Yeah, this is my suspicion as well, it would be great if one of the compiler guys could come along and give more explicit details on how Julia is deciding to cache those values, if such details are even knowable.
(I’m just a curious learner on this topic so please don’t consider what I say as an expert opinion. Having said that…)
I think this is expected. Although Julia does not specify its memory model, I guess it’s safe to assume it’s aiming to provide sequential consistency for data race-free programs (SC for DRF), like C, C++ and Java do. In that case, as soon as you write a data race, your program’s behavior is undefined and you cannot expect any sane behavior. This is because, unless you use some synchronization protocol (e.g., atomics), the compiler and the hardware (CPU/cache) are free to transform (optimize) your program to something else as long as the difference is not observable in single threaded execution. For example, the compiler might change the inner loop to load four elements from v at the time, do v[i] *= M[i,j], and then write back all four elements even if they are not modified.
FYI, I think this two-part talk is a nice introduction to this topic. In fact, my reply is solely based on what I learnt from it:
To write mask!, I’d just use threaded map over the first axis of M, even though it makes the memory access of the inner loop non-contiguous. Of course, it’d be nice to store the transposed version of M if other parts of the program are OK with it.
is not an atomic operation, so this is expected. For simplicity, imagine you only have two threads, and M is just 1x4: [1 0 0 1]

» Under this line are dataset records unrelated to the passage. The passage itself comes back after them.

@pytest.mark.parametrize(
    ("change", "message"),
    [
        ({"version": 3}, r"version 3 is not known; this gainboard reads versions 1, 2\. It was written by a newer"),
        ({"version": 0}, r"version 0 is not known"),
        ({"version": "1"}, r"\"version\" must be a whole number, found '1'"),
        ({"version": True}, r"\"version\" must be a whole number"),
        ({"format": "something-else"}, r"not a gainboard design file .*found 'something-else'"),
        ({"surprise": 1}, r"unknown key\(s\) \['surprise'\]"),
        ({"gain": {"K": [[1.0, 2.0]]}}, r"K is 1×2 but must be 1×1"),
        ({"gain": {"K": [[1.0], [2.0, 3.0]]}}, r"gain K has rows of different lengths"),
        ({"gain": {"K": [["1.0"]]}}, r"gain K contains '1.0', which is not a number"),
        ({"gain": {"K": [[1.0]], "N": [[1.0]]}}, r"\"gain\" has unknown key\(s\) \['N'\]"),
        ({"gain": {"prefilter": [[1.0]]}}, r"\"gain\" must give \"K\""),
        ({"gain": {"K": [[1.0]], "prefilter": [[1.0, 2.0]]}}, r"prefilter N is 1×2 but must be 1×1"),
        ({"plant": {"model": {"A": [[-1.0]]}}}, r"plant: \[model\] must give B"),
        ({"plant": {"model": {"A": [[-1.0, 0.0]], "B": [[1.0]]}}}, r"A is 1×2 but must be square"),
        ({"plant": {"model": {"A": [[-1.0]], "B": [[1.0]]}, "inputs": {"low": ["-infinity"], "high": [1.0]}}},
         r"\[inputs\] low contains '-infinity'; write a number, or \"inf\""),
        ({"specs": {"max_overshoot": 5}}, r"\[specs\] has unknown key\(s\) \['max_overshoot'\]"),
        ({"notes": 5}, r"\"notes\" must be text"),
        ({"created": "yesterday"}, r"\"created\" 'yesterday' is not an ISO 8601 date-time"),
        ({"gain_history": [{"time": "2026-01-01T00:00:00", "K": [[1.0, 2.0]]}]}, r"gain history entry 1: K is 1×2"),
        ({"gain_history": [{"K": [[1.0]]}]}, r"gain_history entry 1 must be"),
        ({"gain_history": [{"time": "2026-01-01T00:00:00", "K": [[1.0]]}] * (MAX_GAIN_HISTORY + 1)},
         rf"has {MAX_GAIN_HISTORY + 1} entries; at most {MAX_GAIN_HISTORY}"),
    ],
)
def test_malformed_design_files_are_refused_with_a_message_naming_the_fault(change, message):
    document = {**minimal_document(), **change}
    with pytest.raises(DesignFileError, match=message):
        design_from_json(as_text(document), "bad.json")


@pytest.mark.parametrize("missing", ["format", "plant", "gain"])
def test_missing_required_keys_are_named(missing):
    document = minimal_document()
    del document[missing]
    expected = "not a gainboard design file" if missing == "format" else rf"required key\(s\) \['{missing}'\] are missing"
    with pytest.raises(DesignFileError, match=expected):
        design_from_json(as_text(document))


def test_version_and_format_are_written_first():
    text = design_to_json(Design(plant=THIRD_ORDER, gain=OGATA_GAIN))
    assert text.startswith('{\n  "format": "gainboard-design",\n  "version": 2,')
    assert DESIGN_FORMAT_VERSION == 2


@pytest.mark.parametrize(
    ("text", "message"),
    [
        # RFC 8259 §6: NaN and Infinity are not permitted as numbers (from memory).
        ('{"format": "gainboard-design", "version": 1, "plant": {}, "gain": {"K": [[NaN]]}}', r"contains NaN"),
        ('{"format": "gainboard-design", "version": 1, "plant": {}, "gain": {"K": [[-Infinity]]}}', r"contains -Infinity"),
        # RFC 8259 §4: names SHOULD be unique; we refuse rather than silently keep one.
        ('{"format": "gainboard-design", "version": 1, "version": 1}', r"the key 'version' appears twice"),
        ('{"format": "gainboard-design", "version": 1,', r"not valid JSON"),
        ("[1, 2, 3]", r"not a gainboard design file .*found 'list'"),
        ('{"format": "gainboard-design", "version": 1, "plant": {"model": {"A": [[1e400]], "B": [[1.0]]}}, '
         '"gain": {"K": [[1.0]]}}', r"A has a non-finite entry"),
        ("[" * 100_000 + "]" * 100_000, r"cannot be read as a design file|not valid JSON"),
    ],
)
def test_text_that_is_not_a_valid_design_is_refused(text, message):
    with pytest.raises(DesignFileError, match=message):
        design_from_json(text)


def test_oversized_files_are_refused_before_reading(tmp_path, monkeypatch):
    monkeypatch.setattr(design_file, "MAX_DESIGN_FILE_BYTES", 2_000)
    path = tmp_path / "huge.json"
    path.write_text(" " * 2_001 + as_text(minimal_document()))
    with pytest.raises(DesignFileError, match=r"huge.json: larger than"):
        load_design(path)
    with pytest.raises(DesignFileError, match=r"larger than"):
        design_from_json(" " * 2_001 + as_text(minimal_document()))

Since you split the work in threads by columns, thread 1 will take care of the first two columns [1 0] and the second thread of the other columns [0 1].
Assume each thread is working with their first element. Each one sees that v[1] is not zero and they compute the value v[1]*M[i,j]. For the first thread this ill be 1 and for the second thread it will be 0, but since the operation is not atomic, now the final value of v[1] could be 0 or 1, depending on who gets faster to the store operation.
Compare these two functions (modified from your code to just work on vectors, and working with addition instead). The first one, following your approach exhibits the same problem. Using mask_t (with atomic_add!), the problem goes away:
using Base.Threads
using Random
function mask!(v, M)
@threads for i ∈ 1:length(M)
v += M[i]
end
v
end
function mask_t!(v, M)
r = Atomic{eltype(v)}(one(eltype(v)))
@threads for i ∈ 1:length(M)
atomic_add!(r,M[i])
end
r[]
end
function test(seed=999, n=10^6)
println("Number of threads: ", nthreads())
v = one(Int)
Random.seed!(seed)
M = rand(0:1, n)
println(sum(mask!(v, M)))
println(sum(mask_t!(v, M)))
end
julia> test()
Number of threads: 4
126877
500543
julia> test()
Number of threads: 4
126268
500543
julia> test()
Number of threads: 4
126882
500543
This would be the incorrect assumption, since the “test and set” is NOT protected operation multiple threads to could do the test at the same time which means they will all do the set…not sure who the “winner” would be. And to make matters worse…if they are using a cached value in the test, the threads don’t even have to be testing at the same time, they could be “testing” old data.
You might have brought up atomic as a demonstration. But, just for completeness, let me mention that using atomic for this kind of computation is not an efficient approach (although it yields the correct answer). It’s a good idea to use threaded reduce whenever possible.
Sure. @ExpandingMan clearly stated in the original post that the idea was just to understand what was going on in his original code. My post didn’t focus at all on performance, just tried to explain that the algorithm, as it was, would not work unless atomic operations were used.